TASK DATA
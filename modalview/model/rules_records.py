"""Rules of what goes along with a model: damping, defaults, measured peaks, limits, load cases."""

import math
from collections.abc import Iterator

from modalview.errors import Fault, UnitError
from modalview.model.addresses import Address, look, quantity_of
from modalview.model.fields import fields_of
from modalview.model.parts import Limit, LoadCase, LoadChange, MeasuredPeak, Model, TitleBlock
from modalview.model.rules_context import Context, Findings
from modalview.model.rules_names import plain_name
from modalview.model.rules_values import above_zero, direction, end, not_negative, share, tolerance
from modalview.model.values import Value, is_sane
from modalview.units.parse import read
from modalview.units.quantities import ACCELERATION, LENGTH, VELOCITY, Quantity

LIMITED: dict[str, Quantity] = {
    "displacement peak": LENGTH,
    "displacement peak-to-peak": LENGTH,
    "velocity rms": VELOCITY,
    "acceleration rms": ACCELERATION,
}
UNITS = ("SI", "mm-t", "inch-pound")
CHANGED = ("mass", "inertia", "stiffness")


def whole(model: Model) -> Iterator[Fault]:
    """Yield the faults of what belongs to the model as a whole."""
    damping = model.damping
    if damping is not None:
        proportional = damping.alpha is not None or damping.beta is not None
        if (damping.ratio is not None) == proportional:
            found = "both are given" if proportional else "neither is given"
            yield Fault("damping", f"is a ratio, or alpha and beta; {found}")
        yield from _at("damping", share("ratio", damping.ratio))
        yield from _at("damping", not_negative("alpha", damping.alpha))
        yield from _at("damping", not_negative("beta", damping.beta))
    default = model.default_tolerance
    if default is not None:
        yield from _at("default_tolerance", tolerance("stiffness", default.stiffness, None))
        yield from _at("default_tolerance", tolerance("mass", default.mass, None))
    for key, reason in plain_name("title", model.title):
        yield Fault(key, reason)
    block = model.title_block
    for field in fields_of(TitleBlock) if block is not None else ():
        yield from _at("title_block", plain_name(field.key, getattr(block, field.name)))
    if model.units not in (None, *UNITS):
        yield Fault("units", f'is one of {", ".join(UNITS)}; found "{model.units}"')


def _at(place: str, findings: Findings) -> Iterator[Fault]:
    for key, reason in findings:
        yield Fault(f"{place} . {key}", reason)


def measured(given: MeasuredPeak, context: Context) -> Findings:
    """Yield every rule that a measured peak breaks."""
    yield from above_zero("frequency", given.frequency)
    yield from not_negative("uncertainty", given.uncertainty)
    if given.at is not None:
        yield from end("at", given.at, context)
    yield from direction("direction", given.direction, context)
    for number, point in enumerate(given.shape):
        yield from end(f"shape[{number}] . at", point.at, context)
        yield from direction(f"shape[{number}] . direction", point.direction, context)
        if not (is_sane(point.amplitude) or math.isnan(point.amplitude)):
            yield f"shape[{number}] . amplitude", "must be a finite number"


def limit(given: Limit, context: Context) -> Findings:
    """Yield every rule that a limit breaks."""
    yield from end("at", given.at, context)
    yield from direction("direction", given.direction, context)
    quantity = LIMITED.get(given.quantity)
    if quantity is None:
        yield "quantity", f'is one of {", ".join(LIMITED)}; found "{given.quantity}"'
        return
    try:
        if read(given.value, quantity) <= 0:
            yield "value", f'must be above zero; found "{given.value}"'
    except UnitError as reason:
        yield "value", str(reason)


def load_case(given: LoadCase, model: Model) -> Findings:
    """Yield every rule that a load case breaks."""
    for number, change in enumerate(given.changes):
        for key, reason in _change(change, model):
            yield f"changes[{number}] . {key}", reason


def changed_address(change: LoadChange, model: Model) -> Address | None:
    """Return the address of the value that a load case changes; None when there is no such value.

    A mount's direction and a tensor's moment are written "stiffness.y" and "inertia.Ixx".
    """
    group = next((name for name in ("bodies", "links") if _has(model, name, change.part)), None)
    steps = change.key.split(".")
    if group is None or steps[0] not in CHANGED:
        return None
    address = (group, change.part, *steps)
    try:
        return address if isinstance(look(model, address), Value) else None
    except LookupError:
        return None


def _has(model: Model, group: str, name: str) -> bool:
    return any(part.id == name for part in getattr(model, group))


def _change(change: LoadChange, model: Model) -> Findings:
    address = changed_address(change, model)
    if not (_has(model, "bodies", change.part) or _has(model, "links", change.part)):
        yield "part", f'there is no body or link "{change.part}"'
    elif address is None:
        yield "key", f'"{change.part}" has no value "{change.key}"; a load case changes {", ".join(CHANGED)}'
    else:
        quantity = quantity_of(model, address)
        try:
            amount = read(change.value, quantity) if quantity else math.nan
        except UnitError as reason:
            yield "value", str(reason)
            return
        if amount < 0 or (amount == 0 and change.key.startswith("stiffness")):
            yield "value", f'must be above zero; found "{change.value}"'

WORK INSTRUCTIONS
Copy each line above that has the word "group".

SOLUTION BELOW
    group = next((name for name in ("bodies", "links") if _has(model, name, change.part)), None)
    if group is None or steps[0] not in CHANGED:
    address = (group, change.part, *steps)
def _has(model: Model, group: str, name: str) -> bool:
    return any(part.id == name for part in getattr(model, group))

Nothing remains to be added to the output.